Data science isn’t rocket science – so get learning
The days when data science was only available to the brainiest of number-crunchers are behind us, and anyone can take advantage of this accessibility.
It’s hard to believe that just a few years ago, most organisations were struggling to get to grips with the idea of big data. Nowadays, we’ve all bought into the importance of analytics as a driver of change, and the new topic of conversation is data science.
I'm reminded of the Shakespeare quote: “If music be the food of love, play on.” Data may not be the food of love (unless you're Facebook Dating) but it certainly feeds a lot of other things – more inclusive societies, digital leapfrogging, and better ways of doing things.
If data science is the answer to saving the world, then we need to play on.
That may sound simple on paper – but what if you’re a small organisation that doesn’t have data science skills on hand? Even if you have a team of analysts at hand, what if you don’t have enough knowledge to give them the right direction? After all, even the best orchestra won’t get very far without a conductor.
Thankfully, the days when data science was only accessible to the brainiest of number-crunchers are behind us. With the rise of machine-learning-as-a-service solutions, open source platforms and communities, and educational resources, data science is more accessible than ever. And it’s not just the coders and developers who should be taking advantage of this accessibility.
Yes, I’ve heard the excuses before. It’s a complex discipline and most people lack the foundational knowledge of STEM needed to really understand. But, since we’re on the subject of Shakespeare, I’d like to ask how many people struggled with his works at school? How many of us never quite grasped what he was trying to say because the language was just too different to what we were used to?
Shakespeare may be hard to grasp today but in his time, he was popular with the common people. They just got him – his language was their language and his puns and in-jokes were something drawn from their everyday lives.
One great way to understand how data science can be effectively applied in business is by watching the companies that are doing it best.
Even today, hundreds of years after ruffled collars stopped being a style statement, people still devote time to figure out what he was trying to say.

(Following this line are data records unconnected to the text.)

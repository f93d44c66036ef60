import { gaussLegendre } from '../../numerics/gauss-legendre.js';
import { factoriseReal, solveReal } from '../../numerics/real-lu.js';
import { EPS0 } from '../constants.js';
import { microstripStatic } from './hammerstad-jensen.js';
import { type SpectralBasis, spectralBasis } from './spectral-basis.js';
import { freeWavenumber, noResponse, type SpectralSlab, sheetResponse } from './spectral-slab.js';

export interface SpectralProblem extends SpectralSlab {
  /** Width of the strip, m; it has no thickness. */
  readonly width: number;
}

/** Integrals across the strip and the ground of squares of the sheet currents over the squared strip current, 1/m. */
export interface SheetSquares {
  /** Of the ground's current. */
  readonly ground: number;
  /** Of the strip's current to a distance c short of both edges: `strip` + `edge`·ln(w/c), transverse current included. */
  readonly strip: number;
  readonly edge: number;
  /** Of the underside's current less the square of the top's. */
  readonly underLessTop: number;
  /** Of the difference of the two currents. */
  readonly difference: number;
}

export interface SpectralLine {
  readonly frequency: number;
  readonly effectivePermittivity: number;
  /** Power-current impedance 2P/|I|², ohm. */
  readonly impedance: number;
  /** (ε/e) ∂e/∂ε of slab and coat: dielectric loss is α = ½ β Σ filling·tan δ. */
  readonly filling: { readonly slab: number; readonly cover: number };
  readonly squares: SheetSquares;
}

/**
 * Fundamental mode of a strip without thickness on a grounded slab, with or without a flat coat: Galerkin's method in
 * the spectral domain with edge conditions built in. Far parts of all kernels are integrated in closed form.
 *
 * Source: T. Itoh and R. Mittra, "A technique for computing dispersion characteristics of shielded microstrip lines", IEEE
 * Trans. Microwave Theory Tech. 22(10), 1974, for the open line. Power and the effect of small losses follow from the
 * variation of the Galerkin form, which is stationary (own derivation: P = ¼ |∂(E·J)/∂β|).
 * Lossless; loss enters by the derivatives. Valid while the mode is bound, that is slower than the slab's TM0 wave.
 *
 * @param frequency Hz, > 0
 * @param terms     basis functions along; default by width. The result moves by less than 1e-5 with one more
 * @throws RangeError where no bound mode is found
 */
export function spectralLine(problem: SpectralProblem, frequency: number, terms?: number): SpectralLine {
  const { width, height, coat } = problem;
  if (!(frequency > 0)) throw new RangeError(`frequency must be positive, got ${frequency}`);
  const basis = spectralBasis(
    width,
    height,
    Math.min(height, coat?.thickness ?? height),
    terms ?? 4 + Math.min(8, Math.ceil(width / height / 3)),
  );
  const k0 = freeWavenumber(frequency);
  const found = solveMode(problem, basis, k0);
  const { permittivity: e, current } = found;
  const transforms = transformsOf(basis, current);
  const form = (p: SpectralSlab, at: number): number => galerkinForm(p, basis, k0, at, current, transforms);
  const slope = (f: (x: number) => number, x: number): number => (f(x * 1.0001) - f(x * 0.9999)) / (2e-4 * x);
  const byMode = slope((at) => form(problem, at), e);
  const filling = (byMedium: number, er: number): number => (-byMedium / byMode) * (er / e);
  const bySlab = slope((er) => form({ ...problem, permittivity: er }, e), problem.permittivity);
  const byCoat = coat
    ? slope((er) => form({ ...problem, coat: { ...coat, permittivity: er } }, e), coat.permittivity)
    : 0;
  // The form is q/k0²; de = 2β dβ/k0².
  const omegaEps = 2 * Math.PI * frequency * EPS0;
  return {
    frequency,
    effectivePermittivity: e,
    impedance: (byMode * Math.sqrt(e) * k0) / (omegaEps * Math.PI),
    filling: {
      slab: filling(bySlab, problem.permittivity),
      cover: coat ? filling(byCoat, coat.permittivity) : 0,
    },
    squares: sheetSquares(problem, basis, k0, e, current, transforms),
  };
}

/** Coefficients of the current along, then across (over k0), the first being 1. */
type Current = Float64Array;

/** Newton's method on the Galerkin form as a function of the effective permittivity, the rest of the current eliminated. */
function solveMode(
  problem: SpectralProblem,
  basis: SpectralBasis,
  k0: number,
): { permittivity: number; current: Current } {
  const highest = Math.max(problem.permittivity, problem.coat?.permittivity ?? 1);
  const still = microstripStatic({ ...problem, thickness: 0 }).effectivePermittivity;
  let e = Math.min(still * 1.03, 0.5 * (still + highest));
  for (let i = 0; i < 60; i++) {
    const current = strongestCurrent(galerkinMatrix(problem, basis, k0, e), basis.along + basis.across);
    const transforms = transformsOf(basis, current);
    const form = (at: number): number => galerkinForm(problem, basis, k0, at, current, transforms);
    // With the current held, the form's slope is that of the eliminated equation too: it is stationary.
    const step = 1e-4 * e;
    const slope = (form(e + step) - form(e - step)) / (2 * step);
    const next = Math.min(Math.max(e - form(e) / slope, 1 + 0.3 * (e - 1)), highest);
    if (!Number.isFinite(next)) break;
    if (Math.abs(next - e) < 1e-11 * e) return { permittivity: next, current };
    e = next;
  }
  throw new RangeError(
    `no bound mode found on a strip ${problem.width} m wide on ${problem.height} m of permittivity ${problem.permittivity}`,
  );
}

/** The current with first coefficient 1 for which all other rows of the matrix vanish. */
function strongestCurrent(matrix: Float64Array, n: number): Current {
  const m = n - 1;
  const rest = new Float64Array(m * m);
  const right = new Float64Array(m);
  for (let i = 0; i < m; i++) {
    right[i] = -matrix[(i + 1) * n];
    for (let j = 0; j < m; j++) rest[i * m + j] = matrix[(i + 1) * n + j + 1];
  }
  solveReal(factoriseReal(rest, m), right);
  return Float64Array.of(1, ...right);
}

const scratch = noResponse();

/** Kernels along–along, along–across, across–across at one wavenumber, over J(2n)J(2m), and their far forms c/ky. */
function kernels(slab: SpectralSlab, k0: number, e: number, ky: number, a: number, out: Float64Array): void {
  const beta2 = e * k0 * k0;
  const k2 = ky * ky + beta2;
  sheetResponse(slab, k0, k2, scratch);
  const { tm, te } = scratch;
  const x = ky * a;
  out[0] = (e * tm - ky * ky * te) / k2;
  out[1] = (Math.sqrt(e) * ky * (tm + k0 * k0 * te)) / (k2 * x);
  out[2] = (ky * ky * tm - beta2 * k0 * k0 * te) / (k2 * x * x);
}

function farKernels(slab: SpectralSlab, e: number, a: number): readonly [number, number, number] {
  const sum = slab.permittivity + (slab.coat?.permittivity ?? 1);
  return [e / sum - 0.5, Math.sqrt(e) / (sum * a), 1 / (sum * a * a)];
}

function galerkinMatrix(slab: SpectralSlab, basis: SpectralBasis, k0: number, e: number): Float64Array {
  const { halfWidth: a, along, across, nodes, weights, bessel, far, reach } = basis;
  const n = along + across;
  const matrix = new Float64Array(n * n);
  const c = farKernels(slab, e, a);
  const k = new Float64Array(3);
  // Row i: order of the Bessel function and whether it is a current across.
  const order = (i: number): number => (i < along ? i : i - along + 1);
  for (let i = 0; i < nodes.length; i++) {
    const ky = nodes[i];
    kernels(slab, k0, e, ky, a, k);
    const near = -Math.expm1(-ky * reach) / ky;
    for (let t = 0; t < 3; t++) k[t] = weights[i] * (k[t] - c[t] * near);
    for (let p = 0; p < n; p++)
      for (let q = p; q < n; q++)
        matrix[p * n + q] += k[+(p >= along) + +(q >= along)] * bessel[order(p)][i] * bessel[order(q)][i];
  }
  for (let p = 0; p < n; p++)
    for (let q = p; q < n; q++) {
      matrix[p * n + q] += c[+(p >= along) + +(q >= along)] * far[order(p)][order(q)];
      matrix[q * n + p] = matrix[p * n + q];
    }
  return matrix;
}

/** Transforms of the current along and across at every node. */
interface Transforms {
  readonly x: Float64Array;
  readonly y: Float64Array;
}

function transformsOf({ halfWidth: a, along, nodes, bessel }: SpectralBasis, current: Current): Transforms {
  const x = new Float64Array(nodes.length);
  const y = new Float64Array(nodes.length);
  for (let n = 0; n < current.length; n++) {
    const row = bessel[n < along ? n : n - along + 1];
    const into = n < along ? x : y;
    for (let i = 0; i < nodes.length; i++) into[i] += current[n] * row[i];
  }
  // The kernels hold the division by ky w/2; currents want it back.
  for (let i = 0; i < nodes.length; i++) y[i] /= nodes[i] * a;
  return { x, y };
}

/** The quadratic form of a current in the Galerkin matrix, without the matrix. */
function galerkinForm(
  slab: SpectralSlab,
  basis: SpectralBasis,
  k0: number,
  e: number,
  current: Current,
  { x, y }: Transforms,
): number {
  const { halfWidth: a, along, nodes, weights, far, reach } = basis;
  const c = farKernels(slab, e, a);
  const k = new Float64Array(3);
  let sum = 0;
  for (let i = 0; i < nodes.length; i++) {
    const ky = nodes[i];
    kernels(slab, k0, e, ky, a, k);
    const near = -Math.expm1(-ky * reach) / ky;
    const across = y[i] * ky * a;
    sum +=
      weights[i] *
      ((k[0] - c[0] * near) * x[i] * x[i] +
        2 * (k[1] - c[1] * near) * x[i] * across +
        (k[2] - c[2] * near) * across * across);
  }
  const order = (i: number): number => (i < along ? i : i - along + 1);
  for (let p = 0; p < current.length; p++)
    for (let q = 0; q < current.length; q++)
      sum += current[p] * current[q] * c[+(p >= along) + +(q >= along)] * far[order(p)][order(q)];
  return sum;
}

const POINTS_ACROSS = 12;

function sheetSquares(
  slab: SpectralSlab,
  basis: SpectralBasis,
  k0: number,
  e: number,
  current: Current,
  transforms: Transforms,
): SheetSquares {
  const { halfWidth: a, along, nodes, weights } = basis;
  const beta = Math.sqrt(e) * k0;
  const rule = gaussLegendre(POINTS_ACROSS);
  const position = rule.nodes.map((x) => (a * (x + 1)) / 2);
  const differenceAlong = new Float64Array(POINTS_ACROSS);
  const differenceAcross = new Float64Array(POINTS_ACROSS);
  let [ground, underLessTop, transverse] = [0, 0, 0];
  for (let i = 0; i < nodes.length; i++) {
    const ky = nodes[i];
    const x = transforms.x[i];
    const y = k0 * transforms.y[i];
    const k = Math.sqrt(ky * ky + beta * beta);
    // Both components share one phase after the quarter period between them is taken out: see the form above.
    const tm = (beta * x + ky * y) / k;
    const te = (ky * x - beta * y) / k;
    sheetResponse(slab, k0, k * k, scratch);
    const w = weights[i] / Math.PI;
    ground += w * ((tm * scratch.groundTm) ** 2 + (te * scratch.groundTe) ** 2);
    underLessTop += w * (tm * tm * scratch.underLessTopTm + te * te * scratch.underLessTopTe);
    transverse += w * y * y;
    const [dTm, dTe] = [(w * tm * scratch.underLessTopTm) / k, (w * te * scratch.underLessTopTe) / k];
    for (let p = 0; p < POINTS_ACROSS; p++) {
      differenceAlong[p] += (beta * dTm + ky * dTe) * Math.cos(ky * position[p]);
      differenceAcross[p] += (ky * dTm - beta * dTe) * Math.sin(ky * position[p]);
    }
  }
  // The difference lives on in the field beyond the edges: only the strip itself counts.
  let difference = 0;
  for (let p = 0; p < POINTS_ACROSS; p++)
    difference += a * rule.weights[p] * (differenceAlong[p] ** 2 + differenceAcross[p] ** 2);
  return { ground, underLessTop, difference, ...edgeSquares(current.subarray(0, along), a, transverse) };
}

/** ∫J² of the current along between y = ±(w/2 − c), c short: its logarithm apart. */
function edgeSquares(current: Current, a: number, transverse: number): { strip: number; edge: number } {
  const rule = gaussLegendre(2 * current.length);
  const atEdge = current.reduce((sum, c, n) => sum + (n % 2 ? -c : c), 0);
  let sum = 0;
  for (let i = 0; i < rule.nodes.length; i++) {
    const x = rule.nodes[i];
    let value = 0;
    for (let n = 0; n < current.length; n++) value += (n % 2 ? -1 : 1) * current[n] * Math.cos(2 * n * Math.acos(x));
    sum += (rule.weights[i] * (value * value - atEdge * atEdge)) / (1 - x * x);
  }
  const per = 1 / (Math.PI * Math.PI * a);
  return { strip: per * sum + transverse, edge: per * atEdge * atEdge };
}
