/**
 * Independent full-wave solutions of edge-fed patches, of one patch between two lines and of two columns side by side
 * (mixed-potential integral equation on the grounded slab, made apart from this program by others of this project's authors;
 * not measured). Zero-thickness strip, infinite slab. Stated accuracy: resonance 0.2 %, edge resistance 3 % (6 % on 200 µm),
 * reflection 0.02 (0.03 on 200 µm), coupling 0.2 dB above −45 dB.
 */

/** Edge-fed patch: f0, R and Q of Z = R/(1 + jQ(f/f0 − f0/f)) + jX at the patch's edge. */
export interface PatchReference {
  readonly name: string;
  readonly permittivity: number;
  readonly lossTangent: number;
  readonly height: number;
  readonly length: number;
  readonly width: number;
  readonly lineWidth: number;
  readonly fits: readonly {
    readonly copper: 'none' | 'smooth';
    readonly f0GHz: number;
    readonly ohm: number;
    readonly q: number;
  }[];
}

export const PATCH_REFERENCES: readonly PatchReference[] = [
  {
    name: '1.25 mm wide on 127 µm, permittivity 3.0',
    permittivity: 3.0,
    lossTangent: 0.0015,
    height: 0.000127,
    length: 0.001013,
    width: 0.00125,
    lineWidth: 0.00017241,
    fits: [
      { copper: 'none', f0GHz: 78.529, ohm: 294.41, q: 24.769 },
      { copper: 'smooth', f0GHz: 78.444, ohm: 271.92, q: 22.878 },
    ],
  },
  {
    name: '0.50 mm wide on 100 µm, permittivity 3.16',
    permittivity: 3.16,
    lossTangent: 0.0025,
    height: 0.0001,
    length: 0.001055,
    width: 0.0005,
    lineWidth: 0.00016216,
    fits: [
      { copper: 'none', f0GHz: 79.548, ohm: 1424.3, q: 72.797 },
      { copper: 'smooth', f0GHz: 79.432, ohm: 1043.0, q: 53.234 },
    ],
  },
  {
    name: '1.10 mm wide on 200 µm, permittivity 3.55',
    permittivity: 3.55,
    lossTangent: 0.005,
    height: 0.0002,
    length: 0.000875,
    width: 0.0011,
    lineWidth: 0.00015172,
    fits: [
      { copper: 'none', f0GHz: 79.777, ohm: 273.93, q: 15.367 },
      { copper: 'smooth', f0GHz: 79.71, ohm: 250.32, q: 14.041 },
    ],
  },
];

/** One patch with a line of the same width at either edge, no loss; S at the patch's edges, referred to the line. */
export interface UnitReference {
  readonly permittivity: number;
  readonly height: number;
  readonly lineWidth: number;
  readonly width: number;
  readonly length: number;
  /** [GHz, Re S11, Im S11, |S21|] */
  readonly rows: readonly (readonly [number, number, number, number])[];
}

export const UNIT_REFERENCES: readonly UnitReference[] = [
  {
    permittivity: 3.0,
    height: 0.000127,
    lineWidth: 0.00015,
    width: 0.0011007,
    length: 0.00104,
    rows: [
      [70, -0.3055, 0.50043, 0.7716],
      [74, -0.14896, 0.39672, 0.85291],
      [78, -0.055006, 0.20032, 0.91321],
      [82, -0.093104, -0.031422, 0.924],
    ],
  },
  {
    permittivity: 3.16,
    height: 0.0001,
    lineWidth: 0.00013,
    width: 0.0010455,
    length: 0.00104,
    rows: [
      [70, -0.29448, 0.5137, 0.77012],
      [74, -0.11925, 0.38004, 0.86853],
      [78, -0.041273, 0.13053, 0.93135],
      [82, -0.14652, -0.12424, 0.91879],
    ],
  },
  {
    permittivity: 3.55,
    height: 0.0002,
    lineWidth: 0.00016,
    width: 0.00072338,
    length: 0.001,
    rows: [
      [70, -0.14988, 0.2875, 0.92586],
      [74, -0.067797, 0.18053, 0.95472],
      [78, -0.035887, 0.044483, 0.96804],
      [82, -0.06297, -0.093277, 0.9634],
    ],
  },
];

/** Two columns alike side by side, smooth copper. */
export const TWO_COLUMNS = {
  name: 'two columns of eight patches 0.55 wavelengths apart on 127 µm, permittivity 3.0, smooth copper',
  permittivity: 3.0,
  lossTangent: 0.0015,
  height: 0.000127,
  lineWidthMm: 0.15,
  patchWidthMm: 0.96522,
  patchLengthMm: 1.06086,
  linkLengthsMm: [1.25829, 1.25829, 1.25829, 1.25829, 1.25829, 1.25829, 1.19882],
  pitchMm: 2.1196,
  /** [GHz, Re S11, Im S11, Re S21, Im S21] */
  rows: [
    [76.0, -0.35791, 0.76877, 0.0056377, -0.012393],
    [76.5, -0.21116, 0.77264, -0.00075267, -0.017629],
    [77.0, -0.050236, 0.72604, -0.013117, -0.019594],
    [77.5, 0.096703, 0.60155, -0.030546, -0.0093561],
    [78.0, 0.14825, 0.39712, -0.033763, 0.023839],
    [78.5, 0.025514, 0.25733, 0.011194, 0.04296],
    [79.0, -0.058345, 0.34265, 0.037443, -0.0036368],
    [79.5, 0.08614, 0.40792, 0.0031633, -0.034002],
    [80.0, 0.26997, 0.26049, -0.033467, -0.018797],
  ],
} as const;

You don’t need to be a Shakespeare scholar to understand what’s going on in Romeo and Juliet – you just need some time and context.
Unless you work for the Royal Shakespeare Company or have Kenneth Branagh’s number on speed dial, you probably don’t need a working knowledge of the bard to make it in business. But data is a different story. And just like Shakespeare, a little devotion can go a long way to grasping the fundamentals of data science.
It’s all Greek to me
Okay, let’s say you want to learn to speak data so you know what the analytics nerds are talking about when they mention their algorithms. Where do you start? Do you take a sabbatical and get a degree at a university? Or do you dedicate your evenings to completing an online course from a MOOC?
From Coursera to Datacamp to Harvard itself, there is no shortage of excellent data science, statistics, analytics and programming courses available at all levels of knowledge. Then there are the communities, both local and international, that have grown in leaps and bounds over the last few years.
Just as Shakespeare is best grasped when you watch it performed, learning to apply data science is a far more effective way to learn it than just reading the theory. In between whatever course or tutorial series you might be following, you might want to find a place to practise.
Web sites like Kaggle and kdnuggets are great virtual playgrounds for testing out your predictive analytics skills, offering everything from free tools, code, datasets and challenges. Or, if your goal is to get more comfortable with the basics of data analysis, it’s easy enough to open a Google Data Studio account and dive in.
All difficulties are easy when they are known
Eventually, it should all start to make sense and the data will start to come alive with meaning. At least, that’s the promise.
But there’s one skill that can’t be easily taught – developing what Nate Silver, the analytics guru behind fivethirtyeight, calls statistical intuition. How do you put the data to work doing something useful?
One great way to understand how data science can be effectively applied in business is by watching the companies that are doing it best. Blogs from the likes of Facebook, IBM, Oracle and Google won’t necessarily give you the technical depth you’d get from GitHub, but they do offer valuable insights on how to ask the right questions.
And that, more than anything else, is what separates impactful data science from pointless number-crunching.
Again, Shakespeare’s got a quote to sum it up – to thine own self be true. It doesn’t matter how you get to a working understanding of data science, only that it suits your own needs and capabilities.
When you do get to the point where it all starts to make sense, then you focus on what you want to ask it. The right questions won’t come from a course or a blog, but from your own business challenges. In my own business, we call this #solvingproblemsthatmatter.
That’s when the music of change and success will flow free.